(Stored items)
// Shared helpers of the benchmarks: statistics, timing, the scipy peer, result files.
import { spawnSync } from 'node:child_process';
import { mkdirSync, writeFileSync } from 'node:fs';
import { dirname, join } from 'node:path';
import { fileURLToPath } from 'node:url';

export const benchDir = dirname(fileURLToPath(import.meta.url));

export function median(values) {
  const v = values.filter((x) => Number.isFinite(x)).sort((x, y) => x - y);
  if (v.length === 0) return Number.NaN;
  const mid = v.length >> 1;
  return v.length % 2 ? v[mid] : 0.5 * (v[mid - 1] + v[mid]);
}

export function maximum(values) {
  return values.filter((x) => Number.isFinite(x)).reduce((x, y) => Math.max(x, y), Number.NEGATIVE_INFINITY);
}

export function relDiff(x, ref) {
  return Math.abs(x / ref - 1);
}

/** Median wall time in milliseconds of `runs` single calls: robust against load spikes on a shared machine. */
export function medianMs(fn, runs = 5) {
  const times = [];
  for (let i = 0; i < runs; i++) {
    const t0 = performance.now();
    fn();
    times.push(performance.now() - t0);
  }
  return median(times);
}

/**
 * CPU milliseconds per call of fn (process CPU time over a batch of calls, so
 * preemption by other processes does not count).
 */
export function cpuMsPerCall(fn, minCpuMs = 20, maxCalls = 200) {
  const start = process.cpuUsage();
  let calls = 0;
  let used = 0;
  do {
    fn();
    calls++;
    const d = process.cpuUsage(start);
    used = (d.user + d.system) / 1e3;
  } while (used < minCpuMs && calls < maxCalls);
  return used / calls;
}

/** The least of `batches` cpuMsPerCall measurements of at least `minCpuMs` each: on a shared machine load only ever adds CPU time. */
export function leastCpuMsPerCall(fn, batches, minCpuMs) {
  let least = Number.POSITIVE_INFINITY;
  for (let i = 0; i < batches; i++) least = Math.min(least, cpuMsPerCall(fn, minCpuMs, Number.POSITIVE_INFINITY));
  return least;
}

/**
 * CPU milliseconds per call of each of `fns`, compared on a shared machine: a
 * warm-up call of each, then `batches` (default three) interleaved batches
 * (cpuMsPerCall), and the median of each function's. With `rotate`, batch i starts at function
 * i (mod n), so that none always follows the same one (garbage left by one is
 * collected in the next); without, every batch runs them in the given order.
 */
export function interleavedCpuMs(fns, minCpuMs, maxCalls, { rotate = false, batches = 3 } = {}) {
  for (const f of fns) f();
  const times = fns.map(() => []);
  for (let i = 0; i < batches; i++) {
    for (let k = 0; k < fns.length; k++) {
      const j = rotate ? (i + k) % fns.length : k;
      times[j].push(cpuMsPerCall(fns[j], minCpuMs, maxCalls));
    }
  }
  return times.map(median);
}

export function fmt(x, digits = 2) {
  if (!Number.isFinite(x)) return String(x);
  if (x === 0) return '0';
  const ax = Math.abs(x);
  return ax >= 1e-2 && ax < 1e5 ? x.toPrecision(digits + 1) : x.toExponential(digits - 1 > 0 ? digits - 1 : 1);
}

export function table(header, rows) {
  const cells = [header, ...rows].map((r) => r.map(String));
  const width = header.map((_, j) => Math.max(...cells.map((r) => r[j].length)));
  return cells.map((r) => r.map((c, j) => c.padStart(width[j])).join('  ')).join('\n');
}

export function today() {
  return new Date().toISOString().slice(0, 10);
}

export function writeResult(name, payload) {
  const dir = join(benchDir, 'results');
  mkdirSync(dir, { recursive: true });
  const path = join(dir, `${name}-${today()}.json`);
  writeFileSync(path, `${JSON.stringify(payload, null, 1)}\n`);
  return path;
}

/**
 * Runs a scipy peer (bench/peers/<script>, default greybody_peer.py) on the modes. Returns { ok: true, data } or
 * { ok: false, reason, detail } when python or scipy is missing (exit status 3).
 * PENUMBRA_PEER_PYTHON selects the interpreter (default python3).
 */
export function runPeer(modes, { tol, rtolFactor = 1, repeat = 1, script = 'greybody_peer.py' }) {
  const python = process.env.PENUMBRA_PEER_PYTHON ?? 'python3';
  const run = spawnSync(
    python,
    [join(benchDir, 'peers', script), '--tol', String(tol), '--rtol-factor', String(rtolFactor), '--repeat', String(repeat)],
    {
      input: JSON.stringify(modes),
      encoding: 'utf8',
      maxBuffer: 256 * 1024 * 1024,
    },
  );
  if (run.error)
    return {
      ok: false,
      reason: 'scipy not available',
      detail: `${python} could not be run (${run.error.code ?? run.error.message})`,
    };
  if (run.status === 3) return { ok: false, reason: 'scipy not available', detail: run.stderr.trim() };
  if (run.status !== 0) throw new Error(`peer failed with status ${run.status}: ${run.stderr}`);
  return { ok: true, data: JSON.parse(run.stdout) };
}

/** A seeded linear congruential generator on [0, 1) (the benches' fixed mode samples; not for statistics). */
export function seededRandom(seed) {
  let state = seed;
  return () => {
    state = (state * 1103515245 + 12345) % 2147483648;
    return state / 2147483648;
  };
}

/** Mulberry32 on [0, 1): the generator behind the far-zone and massive-threshold samples (kept so their recorded sets stay the same). */
export function seededMulberry(seed) {
  let t = seed >>> 0;
  return () => {
    t += 0x6d2b79f5;
    let r = Math.imul(t ^ (t >>> 15), 1 | t);
    r ^= r + Math.imul(r ^ (r >>> 7), 61 | r);
    return ((r ^ (r >>> 14)) >>> 0) / 4294967296;
  };
}

/** The tail grid of issue 14 (cost within 3× of the median up to l = 100 and Mω = 30, and near-extremal counter-rotating modes): 208 greybody problems. */
export function tailGrid() {
  const spins = [0, 0.5, 1, 2];
  const out = [];
  const mode = (spin, l, m, a, omega) => ({ hole: { a }, mode: { field: { spin }, l, m }, omega });
  for (const spin of spins)
    for (const a of [0, 0.7, 0.99]) {
      const l0 = Math.max(spin, 2) === 2 && spin !== 2 ? (Number.isInteger(spin) ? 2 : 2.5) : Math.max(spin, 2);
      for (const omega of [3, 10, 20, 30]) out.push(mode(spin, l0, l0, a, omega));
      for (const l of [25, 50, 75, 100]) {
        const L = Number.isInteger(spin) ? l : l + 0.5;
        const m = Number.isInteger(spin) ? Math.round(L / 2) : Math.round(L / 2 - 0.5) + 0.5;
        for (const omega of [1, 10, 30]) out.push(mode(spin, L, m, a, omega));
      }
    }
  for (const spin of spins) {
    const l = Number.isInteger(spin) ? Math.max(spin, 2) : 2.5;
    for (const omega of [3, 10, 30]) out.push(mode(spin, l, -l, 0.99999, omega));
    const L = Number.isInteger(spin) ? 20 : 20.5;
    out.push(mode(spin, L, -L, 0.9999, 1));
  }
  return out;
}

Assigned task:
From the first line to the last, return the data exactly.

Written response:
// Shared helpers of the benchmarks: statistics, timing, the scipy peer, result files.
import { spawnSync } from 'node:child_process';
import { mkdirSync, writeFileSync } from 'node:fs';
import { dirname, join } from 'node:path';
import { fileURLToPath } from 'node:url';

export const benchDir = dirname(fileURLToPath(import.meta.url));

export function median(values) {
  const v = values.filter((x) => Number.isFinite(x)).sort((x, y) => x - y);
  if (v.length === 0) return Number.NaN;
  const mid = v.length >> 1;
  return v.length % 2 ? v[mid] : 0.5 * (v[mid - 1] + v[mid]);
}

export function maximum(values) {
  return values.filter((x) => Number.isFinite(x)).reduce((x, y) => Math.max(x, y), Number.NEGATIVE_INFINITY);
}

export function relDiff(x, ref) {
  return Math.abs(x / ref - 1);
}

/** Median wall time in milliseconds of `runs` single calls: robust against load spikes on a shared machine. */
export function medianMs(fn, runs = 5) {
  const times = [];
  for (let i = 0; i < runs; i++) {
    const t0 = performance.now();
    fn();
    times.push(performance.now() - t0);
  }
  return median(times);
}

/**
 * CPU milliseconds per call of fn (process CPU time over a batch of calls, so
 * preemption by other processes does not count).
 */
export function cpuMsPerCall(fn, minCpuMs = 20, maxCalls = 200) {
  const start = process.cpuUsage();
  let calls = 0;
  let used = 0;
  do {
    fn();
    calls++;
    const d = process.cpuUsage(start);
    used = (d.user + d.system) / 1e3;
  } while (used < minCpuMs && calls < maxCalls);
  return used / calls;
}

/** The least of `batches` cpuMsPerCall measurements of at least `minCpuMs` each: on a shared machine load only ever adds CPU time. */
export function leastCpuMsPerCall(fn, batches, minCpuMs) {
  let least = Number.POSITIVE_INFINITY;
  for (let i = 0; i < batches; i++) least = Math.min(least, cpuMsPerCall(fn, minCpuMs, Number.POSITIVE_INFINITY));
  return least;
}

/**
 * CPU milliseconds per call of each of `fns`, compared on a shared machine: a
 * warm-up call of each, then `batches` (default three) interleaved batches
 * (cpuMsPerCall), and the median of each function's. With `rotate`, batch i starts at function
 * i (mod n), so that none always follows the same one (garbage left by one is
 * collected in the next); without, every batch runs them in the given order.
 */
export function interleavedCpuMs(fns, minCpuMs, maxCalls, { rotate = false, batches = 3 } = {}) {
  for (const f of fns) f();
  const times = fns.map(() => []);
  for (let i = 0; i < batches; i++) {
    for (let k = 0; k < fns.length; k++) {
      const j = rotate ? (i + k) % fns.length : k;
      times[j].push(cpuMsPerCall(fns[j], minCpuMs, maxCalls));
    }
  }
  return times.map(median);
}

export function fmt(x, digits = 2) {
  if (!Number.isFinite(x)) return String(x);
  if (x === 0) return '0';
  const ax = Math.abs(x);
  return ax >= 1e-2 && ax < 1e5 ? x.toPrecision(digits + 1) : x.toExponential(digits - 1 > 0 ? digits - 1 : 1);
}

export function table(header, rows) {
  const cells = [header, ...rows].map((r) => r.map(String));
  const width = header.map((_, j) => Math.max(...cells.map((r) => r[j].length)));
  return cells.map((r) => r.map((c, j) => c.padStart(width[j])).join('  ')).join('\n');
}

export function today() {
  return new Date().toISOString().slice(0, 10);
}

export function writeResult(name, payload) {
  const dir = join(benchDir, 'results');
  mkdirSync(dir, { recursive: true });
  const path = join(dir, `${name}-${today()}.json`);
  writeFileSync(path, `${JSON.stringify(payload, null, 1)}\n`);
  return path;
}

/**
 * Runs a scipy peer (bench/peers/<script>, default greybody_peer.py) on the modes. Returns { ok: true, data } or
 * { ok: false, reason, detail } when python or scipy is missing (exit status 3).
 * PENUMBRA_PEER_PYTHON selects the interpreter (default python3).
 */
export function runPeer(modes, { tol, rtolFactor = 1, repeat = 1, script = 'greybody_peer.py' }) {
  const python = process.env.PENUMBRA_PEER_PYTHON ?? 'python3';
  const run = spawnSync(
    python,
    [join(benchDir, 'peers', script), '--tol', String(tol), '--rtol-factor', String(rtolFactor), '--repeat', String(repeat)],
    {
      input: JSON.stringify(modes),
      encoding: 'utf8',
      maxBuffer: 256 * 1024 * 1024,
    },
  );
  if (run.error)
    return {
      ok: false,
      reason: 'scipy not available',
      detail: `${python} could not be run (${run.error.code ?? run.error.message})`,
    };
  if (run.status === 3) return { ok: false, reason: 'scipy not available', detail: run.stderr.trim() };
  if (run.status !== 0) throw new Error(`peer failed with status ${run.status}: ${run.stderr}`);
  return { ok: true, data: JSON.parse(run.stdout) };
}

/** A seeded linear congruential generator on [0, 1) (the benches' fixed mode samples; not for statistics). */
export function seededRandom(seed) {
  let state = seed;
  return () => {
    state = (state * 1103515245 + 12345) % 2147483648;
    return state / 2147483648;
  };
}

/** Mulberry32 on [0, 1): the generator behind the far-zone and massive-threshold samples (kept so their recorded sets stay the same). */
export function seededMulberry(seed) {
  let t = seed >>> 0;
  return () => {
    t += 0x6d2b79f5;
    let r = Math.imul(t ^ (t >>> 15), 1 | t);
    r ^= r + Math.imul(r ^ (r >>> 7), 61 | r);
    return ((r ^ (r >>> 14)) >>> 0) / 4294967296;
  };
}

/** The tail grid of issue 14 (cost within 3× of the median up to l = 100 and Mω = 30, and near-extremal counter-rotating modes): 208 greybody problems. */
export function tailGrid() {
  const spins = [0, 0.5, 1, 2];
  const out = [];
  const mode = (spin, l, m, a, omega) => ({ hole: { a }, mode: { field: { spin }, l, m }, omega });
  for (const spin of spins)
    for (const a of [0, 0.7, 0.99]) {
      const l0 = Math.max(spin, 2) === 2 && spin !== 2 ? (Number.isInteger(spin) ? 2 : 2.5) : Math.max(spin, 2);
      for (const omega of [3, 10, 20, 30]) out.push(mode(spin, l0, l0, a, omega));
      for (const l of [25, 50, 75, 100]) {
        const L = Number.isInteger(spin) ? l : l + 0.5;
        const m = Number.isInteger(spin) ? Math.round(L / 2) : Math.round(L / 2 - 0.5) + 0.5;
        for (const omega of [1, 10, 30]) out.push(mode(spin, L, m, a, omega));
      }
    }
  for (const spin of spins) {
    const l = Number.isInteger(spin) ? Math.max(spin, 2) : 2.5;
    for (const omega of [3, 10, 30]) out.push(mode(spin, l, -l, 0.99999, omega));
    const L = Number.isInteger(spin) ? 20 : 20.5;
    out.push(mode(spin, L, -L, 0.9999, 1));
  }
  return out;
}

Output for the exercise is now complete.